[Opening Data for analysis section]

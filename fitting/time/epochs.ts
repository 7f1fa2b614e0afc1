/**
 * Julian dates and epochs in years.
 *
 * Symbols: JD Julian date (d), MJD modified Julian date, J Julian epoch (years of 365.25 d about 2000.0), B Besselian epoch (tropical years
 * of 365.242198781 d about B1900.0).
 *   J = 2000 + (JD − 2451545)/365.25        B = 1900 + (JD − 2415020.31352)/365.242198781
 *
 * Source: Lieske 1979, Precession matrix based on IAU (1976) system of astronomical constants, A&A 73, 282.
 */

/** Julian date of J2000.0, 2000 January 1, 12h TT. */
export const JD_J2000 = 2451545
/** Days of a Julian year. */
export const DAYS_PER_JULIAN_YEAR = 365.25
/** Julian date of B1900.0. */
export const JD_B1900 = 2415020.31352
/** Days of the tropical year at B1900.0. */
export const DAYS_PER_TROPICAL_YEAR = 365.242198781
/** Julian date of MJD 0. */
export const JD_MJD0 = 2400000.5
/** Bare epochs of double-star measures below it are taken as Besselian, from it on as Julian. */
export const FIRST_JULIAN_YEAR = 1984

/**
 * Julian epoch of a Julian date.
 * @param jd JD, d.
 * @returns J, Julian years.
 * Source: Lieske 1979, A&A 73, 282.
 */
export function julianEpochFromJd(jd: number): number {
  return 2000 + (jd - JD_J2000) / DAYS_PER_JULIAN_YEAR
}

/**
 * Julian date of a Julian epoch.
 * @param epochYr J, Julian years.
 * @returns JD, d.
 * Source: Lieske 1979, A&A 73, 282.
 */
export function jdFromJulianEpoch(epochYr: number): number {
  return JD_J2000 + (epochYr - 2000) * DAYS_PER_JULIAN_YEAR
}

/**
 * Besselian epoch of a Julian date.
 * @param jd JD, d.
 * @returns B, tropical years.
 * Source: Lieske 1979, A&A 73, 282.
 */
export function besselianEpochFromJd(jd: number): number {
  return 1900 + (jd - JD_B1900) / DAYS_PER_TROPICAL_YEAR
}

/**
 * Julian date of a Besselian epoch.
 * @param epochYr B, tropical years.
 * @returns JD, d.
 * Source: Lieske 1979, A&A 73, 282.
 */
export function jdFromBesselianEpoch(epochYr: number): number {
  return JD_B1900 + (epochYr - 1900) * DAYS_PER_TROPICAL_YEAR
}

/**
 * Julian epoch of a Besselian epoch.
 * @param epochYr B, tropical years.
 * @returns J of the same instant, Julian years.
 * Source: Lieske 1979, A&A 73, 282.
 */
export function julianEpochFromBesselian(epochYr: number): number {
  return julianEpochFromJd(jdFromBesselianEpoch(epochYr))
}

/**
 * Besselian epoch of a Julian epoch.
 * @param epochYr J, Julian years.
 * @returns B of the same instant, tropical years.
 * Source: Lieske 1979, A&A 73, 282.
 */
export function besselianEpochFromJulian(epochYr: number): number {
  return besselianEpochFromJd(jdFromJulianEpoch(epochYr))
}

/**
 * Julian epoch of a year as double-star observers write it.
 * @param epochYr year with decimals.
 * @param prefix B or J where it was written; without it Besselian before 1984.0 and Julian from then on.
 * @returns J, Julian years.
 * Source: common practice; the change of 1984 goes back to IAU resolutions of 1976 (Lieske 1979, A&A 73, 282).
 */
export function julianEpochFromWritten(epochYr: number, prefix?: 'B' | 'J'): number {
  const isBesselian = prefix ? prefix === 'B' : epochYr < FIRST_JULIAN_YEAR
  return isBesselian ? julianEpochFromBesselian(epochYr) : epochYr
}

/**
 * Modified Julian date of a Julian date.
 * @param jd JD, d.
 * @returns MJD, d.
 * Source: definition, MJD = JD − 2400000.5.
 */
export function mjdFromJd(jd: number): number {
  return jd - JD_MJD0
}

/**
 * Julian date of a modified Julian date.
 * @param mjd MJD, d.
 * @returns JD, d.
 * Source: definition, MJD = JD − 2400000.5.
 */
export function jdFromMjd(mjd: number): number {
  return mjd + JD_MJD0
}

[Closing Data for analysis section]

**What is required:**
Which lines of the entries above contain the string "star"? Copy each one.

**Exercise solution:**
/** Bare epochs of double-star measures below it are taken as Besselian, from it on as Julian. */
 * Julian epoch of a year as double-star observers write it.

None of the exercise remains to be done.